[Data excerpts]
+--

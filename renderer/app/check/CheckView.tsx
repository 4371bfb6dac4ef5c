/**
 * Checking a manufacturer's section table (issue: "Check a section table"): import a CSV through
 * the host, choose the table unit and the shape type, see each column's detected meaning and unit
 * and correct it, run the check in a worker (core/check: each row rebuilt with the parts library
 * and its tabulated properties compared), then read the summary, the worst deviations and the
 * per-row report with the flagged values marked, filter to flagged rows and export the report CSV.
 * The mapping is remembered per header signature through the host's settings.
 */
import { useEffect, useMemo, useRef, useState, type ReactElement } from 'react';
import {
  CAUTION, CHECKED_PROPERTIES, MappingError, mapColumns, parseTable, parseTolerances, roleFromTarget, splitHeader, TABLE_FAMILIES, TableInputError, tableCheckCsv,
  type ColumnMapping, type RowCheck, type TableCheck, type TableFamily, type Tolerances,
} from '../../../core/check/index.ts';
import { formatSig, LENGTH_UNITS, type LengthUnit } from '../../../core/units/index.ts';
import type { Host } from '../../host/host.ts';
import { tableCheckSheet } from '../../../core/export/xlsx.ts';
import { saveXlsx } from '../../controller/xlsx.ts';
import { CheckClient, type CheckState } from './check-client.ts';
import { MAPPING_INDEX_KEY, mappingKey, newColumns, powerOf, readRemembered, rememberedIndex, rememberedText, rememberedWithin, symbolOf, targetChoices, targetText, unitChoices, unitTextOf, viewMessage, type RememberedCheck } from './check-model.ts';
import './check-view.css';

const PAGE = 100;
const SUPER: Readonly<Record<number, string>> = { 1: '', 2: '²', 3: '³', 4: '⁴' };
/** A tabulated value as the table printed it (up to 6 significant figures, no padding zeros); computed values get 4. */
const tabulatedText = (v: number): string => String(Number(v.toPrecision(6)));
const pct = (v: number): string => (Number.isFinite(v) ? `${v >= 0 ? '+' : '−'}${Math.abs(v * 100).toFixed(2)} %` : '∞');

interface Table {
  readonly name: string;
  readonly text: string;
  readonly headers: readonly string[];
  readonly rows: number;
  readonly firstRow: readonly string[];
}

interface Props {
  readonly host: Host;
  readonly onClose: () => void;
}

/**
 * Tolerance text of the view: empty for each family's own default (as the command line with no
 * --tolerance: the defaults under which the published AISC rows pass), "1.5%" for one base for
 * all, "Zx=2%, MC:Iy=7%" for the rest (core/check tolerance.ts).
 */
function tolerancesOf(base: string, extra: string): Tolerances {
  const specs = [...(base.trim() === '' ? [] : [base.trim()]), ...extra.split(/[,;]/).map((s) => s.trim()).filter((s) => s !== '')];
  return parseTolerances(specs);
}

+--

**Aim of the task:**
Show the lines above with "filter".

**Your response:**
 * per-row report with the flagged values marked, filter to flagged rows and export the report CSV.
  const specs = [...(base.trim() === '' ? [] : [base.trim()]), ...extra.split(/[,;]/).map((s) => s.trim()).filter((s) => s !== '')];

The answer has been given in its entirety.